Development of a Pressure Injury Machine Learning Prediction Model and Integration into Clinical Practice: A Prediction Model Development and Validation Study
Ju Hee Lee, Jae Yong Yu, So Yun Shim, Kyung Mi Yeom, Hyun A Ha, Se Yong Jekal, Ki Tae Moon, Joo Hee Park, Sook Hyun Park, Jeong Hee Hong, Mi Ra Song, Won Chul Cha
Korean J Adult Nurs 2024;36(3):191-202.   Published online August 31, 2024
DOI: https://doi.org/10.7475/kjan.2024.36.3.191
Purpose
The purposes of this study were to develop a prediction model for pressure injury using a machine learning algorithm and to integrate it into clinical practice.
Methods
This was a retrospective study of tertiary hospitals in Seoul, Korea. It analyzed patients in 12 departments where many pressure injuries occurred, including 8 general wards and 4 intensive care units from January 2018 to May 2022. In total, 182 variables were included in the model development. A pressure injury prediction model was developed using the gradient boosting algorithm, logistic regression, and decision tree methods, and it was compared to the Braden scale.
Results
Among the 1,389,660 general ward cases, there were 451 cases of pressure injuries, and among 139,897 intensive care unit cases, there were 297 cases of pressure injuries.

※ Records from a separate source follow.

"""No equilibrium: what stands in the way, how near the search came, where one would be; and when nothing is known."""

from __future__ import annotations

import numpy as np
import pytest
from trimming import plant_of, trimmed

from linverify.core.outcome import Outcome


def test_a_plant_without_any_equilibrium_is_not_said_to_have_one():
    result = trimmed(plant_of(lambda t, x, u, p: x**2 + 1.0, "x"), "x")
    assert (result.outcome, result.point, result.conclusive) == (Outcome.NO_TRIM, None, True)
    assert (result.worst_equation, result.worst_residual) == ("x", pytest.approx(1.0))
    assert result.closest.x[0] == pytest.approx(0.0, abs=1e-4)


def _tug(t, x, u, p):
    """Speed under thrust and quadratic drag; a hull trim angle that depends on the speed."""
    return np.stack([(u[0] - 40.0 * x[0] ** 2) / 1000.0, 0.2 * (u[1] - 0.1 * x[0]) - x[1]])


def _tug_plant():
    return plant_of(_tug, "speed angle", "thrust flap", nominal={"speed": 2.0, "thrust": 1000.0})


def test_the_rate_that_cannot_vanish_is_named_with_what_is_left_and_the_bound_that_holds_it():
    result = trimmed(
        _tug_plant(), "thrust flap", hold={"speed": 10.0, "angle": 0.0}, nominal={"speed": 2.0, "thrust": 1000.0},
        limits={"thrust": (0.0, 3000.0), "speed": (0.0, 20.0), "flap": (-2.0, 2.0)},
    )  # fmt: skip
    assert (result.outcome, result.conclusive) == (Outcome.NO_TRIM, True)
    assert (result.worst_equation, result.worst_residual) == ("speed", pytest.approx(0.5))  # 1 a second, size 2
    assert result.active_bounds == ("thrust at its upper limit 3000",)
    assert result.message == (
        "no equilibrium was found inside the envelope: the rate of speed cannot vanish: with every other equation met "
        "it stays at -1 per s, with thrust at its upper limit 3000"
    )
    assert result.closest.value("flap") == pytest.approx(1.0)  # the other equation is met


def test_the_nearest_held_value_at_which_a_trim_exists_is_found():
    result = trimmed(
        _tug_plant(), "thrust flap", hold={"speed": 10.0, "angle": 0.0}, nominal={"thrust": 1000.0},
        limits={"thrust": (0.0, 3000.0), "speed": (0.0, 20.0), "flap": (-2.0, 2.0)},
    )  # fmt: skip
    assert result.nearest_holds["speed"] == pytest.approx(np.sqrt(75.0), rel=1e-6)
    assert result.nearest_holds["angle"] == pytest.approx(0.0, abs=1e-6)
    assert result.notes[-1].startswith("a trim exists at the held values speed = 8.66025")


def test_held_values_without_any_trim_near_are_not_made_up():
    plant = plant_of(lambda t, x, u, p: x**2 + 1.0 + u**2, "x", "u")
    result = trimmed(plant, "x", hold={"u": 0.5})
    assert (result.outcome, dict(result.nearest_holds)) == (Outcome.NO_TRIM, {})
    assert result.notes[-1] == "no other values of the held quantities were found at which a trim exists"


def test_a_held_output_that_cannot_be_reached_is_named():
    plant = plant_of(lambda t, x, u, p: u - x, "x", "u", outputs="square", measurement=lambda t, x, u, p: x**2)
    result = trimmed(plant, "x u", hold={"square": 9.0}, limits={"x": (0.0, 2.0)})
    assert (result.outcome, result.worst_equation) == (Outcome.NO_TRIM, "square")
    assert "square = 9 cannot be reached: with every other equation met it misses by 5" in result.message
    assert result.nearest_holds["square"] == pytest.approx(4.0)


def test_a_prescribed_rate_that_cannot_be_had_is_told_as_such():
    plant = plant_of(lambda t, x, u, p: u - x, "x", "u")
    result = trimmed(plant, "u", hold={"x": 1.0}, rates={"x": 2.0}, limits={"u": (0.0, 2.5)})
    assert "the rate of x cannot be 2 per s: with every other equation met it stays at 1.5 per s" in result.message


def test_an_equilibrium_whose_outputs_leave_the_envelope_is_not_inside_it():
    plant = plant_of(lambda t, x, u, p: u - x, "x", "u", outputs="square", measurement=lambda t, x, u, p: x**2)
    result = trimmed(plant, "x", hold={"u": 3.0}, limits={"square": (0.0, 2.0)})
    assert (result.outcome, result.conclusive) == (Outcome.NO_TRIM, True)
    assert result.message.endswith("lies outside, since square = 9 is beyond its limit 2")
    assert result.nearest_holds["u"] == pytest.approx(np.sqrt(2.0))


def test_of_two_equilibria_the_one_whose_outputs_stay_inside_is_taken():
    plant = plant_of(lambda t, x, u, p: x**2 - 4.0, "x", outputs="twice", measurement=lambda t, x, u, p: 2.0 * x)
    result = trimmed(plant, "x", start={"x": -1.9}, limits={"twice": (0.0, 9.0)})
    assert result.point.x[0] == pytest.approx(2.0)


@pytest.mark.parametrize(
    "hold, limits, text",
    [
        ({"u": 5.0}, {"u": (0.0, 2.0)}, "u = 5 is required, beyond its limit 2"),
        (
            {"u": 1.0},
            {"x": (3.0, 2.0)},
            "x has no allowed value: its envelope and the plant's domain exclude each other",
        ),
    ],
)
def test_what_is_outside_from_the_beginning_is_told_without_a_search(hold, limits, text):
    result = trimmed(plant_of(lambda t, x, u, p: u - x, "x", "u"), "x", hold=hold, limits=limits)
    assert (result.outcome, result.conclusive, result.message) == (Outcome.NO_TRIM, True, text)


@pytest.mark.parametrize("limits", [{}, {"x": (0.0, 20.0)}], ids=["unbounded", "bounded"])
def test_rates_that_fade_away_without_an_equilibrium_are_neither_a_trim_nor_shown_to_be_none(limits):
    result = trimmed(plant_of(lambda t, x, u, p: np.exp(-x), "x"), "x", limits=limits)
    assert (result.outcome, result.point, result.conclusive) == (Outcome.NO_TRIM, None, False)
    assert result.message.startswith("the residuals fall below the accuracy 1e-08 where the equations are still far")


def test_a_plant_in_single_precision_is_told_to_be_too_noisy_for_the_accuracy():
    def single(t, x, u, p):
        return (np.float32(3.0) - np.float32(np.pi) * np.asarray(x, dtype=np.float32) ** 2).astype(float)

    result = trimmed(plant_of(single, "x"), "x", limits={"x": (0.1, 2.0)}, accuracy=1e-9)
    assert (result.outcome, result.conclusive) == (Outcome.NOISY, False)
    assert "plant's own noise" in result.message
    assert trimmed(plant_of(single, "x"), "x", limits={"x": (0.1, 2.0)}, accuracy=1e-5).outcome is Outcome.DONE


def test_a_plant_that_raises_everywhere_is_told_with_its_first_call():
    def broken(t, x, u, p):
        raise RuntimeError("table not loaded")

    result = trimmed(plant_of(broken, "x"), "x", limits={"x": (1.0, 3.0)})
    assert (result.outcome, result.conclusive) == (Outcome.PLANT_RAISED, False)
    assert result.message.startswith("the plant could be called at none of 24 starts; the first: dynamics raised")
    assert "table not loaded" in result.message
    assert "x = 2" in result.message


@pytest.mark.parametrize(
    "answer, outcome",
    [(np.nan, Outcome.NOT_FINITE), (np.inf, Outcome.NOT_FINITE), (np.zeros(3), Outcome.PLANT_ANSWER)],
    ids=["nan", "inf", "shape"],
)
def test_what_a_plant_answers_everywhere_is_told_by_its_kind(answer, outcome):
    plant = plant_of(lambda t, x, u, p: np.zeros(1) + answer, "x")
    assert trimmed(plant, "x").outcome is outcome


def test_a_measurement_that_fails_at_the_answer_decides():
    plant = plant_of(lambda t, x, u, p: 3.0 - x, "x", outputs="y", measurement=lambda t, x, u, p: np.array([np.nan]))
    result = trimmed(plant, "x")
    assert (result.outcome, result.point) == (Outcome.NOT_FINITE, None)
    assert result.message == (
        "at the equilibrium that the search found, measurement returned nan for y when called with t = 0 s, x = 3"
    )


def test_units_stand_in_the_message():
    from linverify.core.bound import BoundPlant
    from linverify.core.plant import Plant

    plant = BoundPlant(
        Plant(states={"speed": "m/s"}, inputs={"thrust": "N"}, dynamics=lambda t, x, u, p: u - x**2, time_unit="min")
    )
    result = trimmed(plant, "thrust", hold={"speed": 4.0}, limits={"thrust": (0.0, 9.0)})
    assert "stays at -7 m/s per min, with thrust at its upper limit 9 N" in result.message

Among the tested prediction models, the gradient boosting algorithm showed the highest predictive performance. The area under the receiver operating characteristic curve of the gradient boosting algorithm's pressure injury prediction model in the general ward and intensive care unit was 0.86 (95% confidence interval, 0.83~0.89) and 0.83 (95% confidence interval, 0.79~0.87), respectively. This model was integrated into the electronic health record system to show each patient's probability for pressure injury occurrence, and the risk factors calculated every hour.
Conclusion
The prediction model developed using the gradient boosting algorithm exhibited higher performance than the Braden scale. A clinical decision support system that automatically assesses pressure injury risk allows nurses to focus on patients at high risk for pressure injuries without increasing their workload.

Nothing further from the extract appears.